Author: Zhou, ChainCatcher

Many people believe that crypto VCs are heading toward twilight.

Over the past decade, crypto VCs have been highly homogenized—clustering in the same sectors, telling the same stories, and competing for the same projects. Seemingly vibrant, the industry is in fact fragile beneath the surface.

But what’s happening right now may be one of the most exciting moments since the industry’s inception, as the market has for the first time truly begun to diverge.

By the end of February 2026, two funding announcements appeared in succession.

On one side, Dragonfly Capital has completed fundraising for its fourth fund, raising 6.5 billion dollars, with a focus on stablecoins, on-chain financial infrastructure, and the tokenization of real-world assets.

On the other side, Paradigm is seeking up to 15 billion dollars in funding for its new fund, with investments expanding from cryptocurrency to cutting-edge technologies such as AI and robotics.

As top-tier venture capital firms in the crypto industry, both operating through the same downturn cycle, why have they taken such different paths?

If we also consider a16z Crypto, the situation becomes more interesting, as the firm is currently raising $2 billion for its fifth fund.

These three funds represent three distinctly different responses from today’s crypto VC firms to the industry’s challenges.

Watch: The long-cycle logic of a16z Crypto

In the cryptocurrency venture capital fundraising landscape, a16z Crypto has long held a top position.
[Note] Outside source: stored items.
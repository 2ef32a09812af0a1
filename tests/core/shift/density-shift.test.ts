import { describe, expect, it } from 'vitest';
import { densityLog10bT } from '../../../core/shift/density-shift';
import { expectAbsClose } from '../../helpers/assert-close';

describe('densityLog10bT()', () => {
  it('densityLog10bT() evaluates bT = Tref·ρref/(T·ρ) (Ferry 1980) by hand for one temperature', () => {
    // Tref = 300 K, ρref = 900, αV = 6e-4 1/K, T = 350 K: ρ = 900/(1 + 0.03) = 873.786…;
    // bT = 300·900/(350·873.786) = 0.88286; log10 bT = −0.054108 (worked by hand).
    const d = densityLog10bT([300, 350], 300, {
      kind: 'expansion',
      referenceDensityKgPerM3: 900,
      volumetricExpansionPerK: 6e-4,
    });
    expect(d.log10bT[0]).toBe(0);
    expectAbsClose(d.log10bT[1], Math.log10((300 * 1.03) / 350), 1e-12, 'closed form');
    expectAbsClose(d.log10bT[1], -0.054108, 1e-5, 'hand value');
  });

  it('densityLog10bT() interpolates a density table and lists extrapolated temperatures', () => {
    const d = densityLog10bT([300, 320, 400], 310, {
      kind: 'table',
      points: [
        { temperatureK: 300, densityKgPerM3: 1000 },
        { temperatureK: 320, densityKgPerM3: 980 },
      ],
    });
    // ρ(310) = 990 by interpolation; at 400 K the line is extrapolated to 900.
    expectAbsClose(d.log10bT[0], Math.log10((310 * 990) / (300 * 1000)), 1e-12, '300 K');
    expectAbsClose(d.log10bT[2], Math.log10((310 * 990) / (400 * 900)), 1e-12, '400 K');
    expect(d.extrapolatedK).toEqual([400]);
  });
});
This is the dedicated crypto investment fund line under Andreessen Horowitz (a16z), which has completed four funding rounds since 2013, raising over 7.6 billion dollars in total—making it one of the largest cryptocurrency funds globally.

At the beginning of this year, a16z completed a new funding round of 15 billion dollars, spanning infrastructure, application layers, and growth funds, with the intersection of AI and crypto identified as a key investment focus.
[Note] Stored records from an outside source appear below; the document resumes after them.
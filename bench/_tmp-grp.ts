import { readFileSync } from 'node:fs';
import { importFiles } from '../core/io/index.ts';
const t0 = performance.now();
const r = importFiles([{ name: 't10k.csv', text: readFileSync(process.argv[2], 'utf8') }], { groupingToleranceK: 0.002 });
console.log('import ms', Math.round(performance.now() - t0), 'isotherms', r.groups.length, 'warnings', r.warnings.length);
According to Fortune magazine, a16z Crypto is raising its fifth fund with a target of approximately $2 billion and plans to complete the fundraising by the first half of 2026.

a16z Crypto partner Chris Dixon views blockchain as the next foundational infrastructure of the internet, believing the crypto industry is currently in a prolonged "foundation phase", much like the 1943 neural network paper was to today’s AI—true mainstream adoption requires decades of groundwork.

Dixon has publicly stated that a16z Crypto has held onto 95% of its historical investments, because in venture capital, selling high-quality assets too early is the worst possible decision.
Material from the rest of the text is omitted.